- Catcher / Left fielder
- Born: June 29, 1867 Louisville, Kentucky
- Died: July 9, 1893 (aged 26) Louisville, Kentucky
- Batted: UnknownThrew: Unknown

MLB debut
- October 5, 1886, for the Louisville Colonels

Last MLB appearance
- October 5, 1886, for the Louisville Colonels

MLB statistics
- At-bats: 4
- Hits: 1
- Stats at Baseball Reference

Teams
- Louisville Colonels (1886);

= Tom Terrell (baseball) =

American baseball player (1867–1893)

John Thomas Terrell (June 29, 1867 – July 9, 1893) was a professional baseball player who played catcher and left fielder. Terrell played one season in pro-baseball and spent part of that season in Major League Baseball.

==Professional career==
In 1886, Terrell played for the Macon, Georgia, baseball club, and the Louisville Colonels.
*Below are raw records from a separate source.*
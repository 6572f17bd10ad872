"""Retention prunes raw rows past the cut-off in batches; sketches and records stay."""

from __future__ import annotations

from datetime import timedelta

import sqlalchemy as sa
from sqlalchemy.engine import Engine

from plumbwatch.jobs.tick import Evaluator
from plumbwatch.store.models import get
from plumbwatch.store.tables import outcomes, predictions, row_keys, row_keys_recent, sketches
from plumbwatch.timefmt import to_micros
from tests.evaluate.test_incremental import T0, evaluate, model_body, post, simulate
from tests.factories import running_service


def count(engine: Engine, table: sa.Table) -> int:
    with engine.connect() as conn:
        return int(conn.execute(sa.select(sa.func.count()).select_from(table)).scalar_one())


def test_prune_keeps_sketches_and_unapplied_rows(engine: Engine) -> None:
    preds, outs = simulate(10, 30, seed=9)
    with running_service(engine) as svc:
        svc.put_model("m", model_body())
        post(svc, preds, outs)
        record = evaluate(svc, T0 + timedelta(days=8))  # frontier: day 5
        before = {t.name: count(engine, t) for t in (sketches, predictions)}
        with engine.connect() as conn:
            model = get(conn=conn, name="m")
        assert model is not None
        evaluator = Evaluator(engine, "test", retention_days=2)
        now = to_micros(T0 + timedelta(days=30))
        pruned = evaluator.prune(model, now_us=now, batch=25)
        # Only rows the evidence has been fed go, however old the cut-off: the maturity
        # frontier (day 5) less the evidence grace (one day) is day 4.
        assert pruned == 4 * 30
        assert count(engine, predictions) == before["predictions"] - 120
        assert count(engine, outcomes) == 10 * 30 - 120
        keys = count(engine, row_keys) + count(engine, row_keys_recent)
        assert keys == 2 * (10 * 30 - 120)
        assert count(engine, sketches) == before["sketches"]
        later = evaluate(svc, T0 + timedelta(days=8, hours=1))
    assert record["raw_rows_from"].startswith("2026-05-01")
    assert later["raw_rows_from"].startswith("2026-05-05")  # how far back raw rows reach


def test_rows_older_than_retention_are_refused(engine: Engine) -> None:
    # A pruned id sent again would be counted twice; such old rows are refused instead.
    with running_service(engine, retention_days=30) as svc:
        svc.put_model("m", model_body())
        old = {"id": "x", "predicted_at": "2026-04-01T00:00:00Z", "probability": 0.2}
        recent = {"id": "y", "predicted_at": "2026-05-20T00:00:00Z", "probability": 0.2}
        r = svc.post("/v1/models/m/predictions", {"predictions": [recent, old]})
        assert r.status_code == 422
        assert r.json()["error"]["details"] == [
            {
                "index": 1,
                "field": "predicted_at",
                "reason": "is older than the retention_days setting keeps",
            }
        ]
With the Macon club, Terrell played in 12 games, 5 at the catcher position, and 9 in the outfield. On the offensive side, Terrell batted .237 with 9 hits, and 1 double in 12 games. With the major league Colonels, Terrell played 1 games, and in 4 at-bats he attained 1 hit. He played at both the catcher, and outfield position in that game.

==Death==
Terrell died on July 9, 1893, in Louisville, Kentucky, also the place of his birth. He was buried in Saint John Cemetery in Louisville.